For the word "null", state how many lines below contain it. Give no other text.

BEGIN PROVIDED MATERIAL

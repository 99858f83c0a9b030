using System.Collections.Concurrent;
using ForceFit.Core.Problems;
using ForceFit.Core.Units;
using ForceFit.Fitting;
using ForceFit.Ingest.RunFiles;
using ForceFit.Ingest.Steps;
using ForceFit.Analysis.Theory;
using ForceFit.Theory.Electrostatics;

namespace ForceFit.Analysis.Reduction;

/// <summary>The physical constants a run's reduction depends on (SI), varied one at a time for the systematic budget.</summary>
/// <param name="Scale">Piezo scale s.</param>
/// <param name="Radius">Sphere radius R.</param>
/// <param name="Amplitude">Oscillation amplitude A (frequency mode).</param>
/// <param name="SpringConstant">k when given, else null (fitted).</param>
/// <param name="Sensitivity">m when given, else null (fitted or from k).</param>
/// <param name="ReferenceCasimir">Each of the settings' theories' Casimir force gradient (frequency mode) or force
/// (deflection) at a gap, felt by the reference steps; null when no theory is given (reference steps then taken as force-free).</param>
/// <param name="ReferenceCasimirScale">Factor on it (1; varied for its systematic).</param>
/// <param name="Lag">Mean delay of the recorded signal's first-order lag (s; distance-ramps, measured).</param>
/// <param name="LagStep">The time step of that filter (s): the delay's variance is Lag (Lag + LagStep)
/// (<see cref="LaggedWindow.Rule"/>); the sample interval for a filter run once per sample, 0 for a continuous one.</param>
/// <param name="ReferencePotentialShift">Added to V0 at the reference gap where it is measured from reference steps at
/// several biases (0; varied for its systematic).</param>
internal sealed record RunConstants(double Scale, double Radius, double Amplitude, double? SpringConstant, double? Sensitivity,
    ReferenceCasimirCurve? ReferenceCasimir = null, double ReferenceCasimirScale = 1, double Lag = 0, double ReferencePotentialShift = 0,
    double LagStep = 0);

END PROVIDED MATERIAL

• RESULT FOR THIS TASK: 4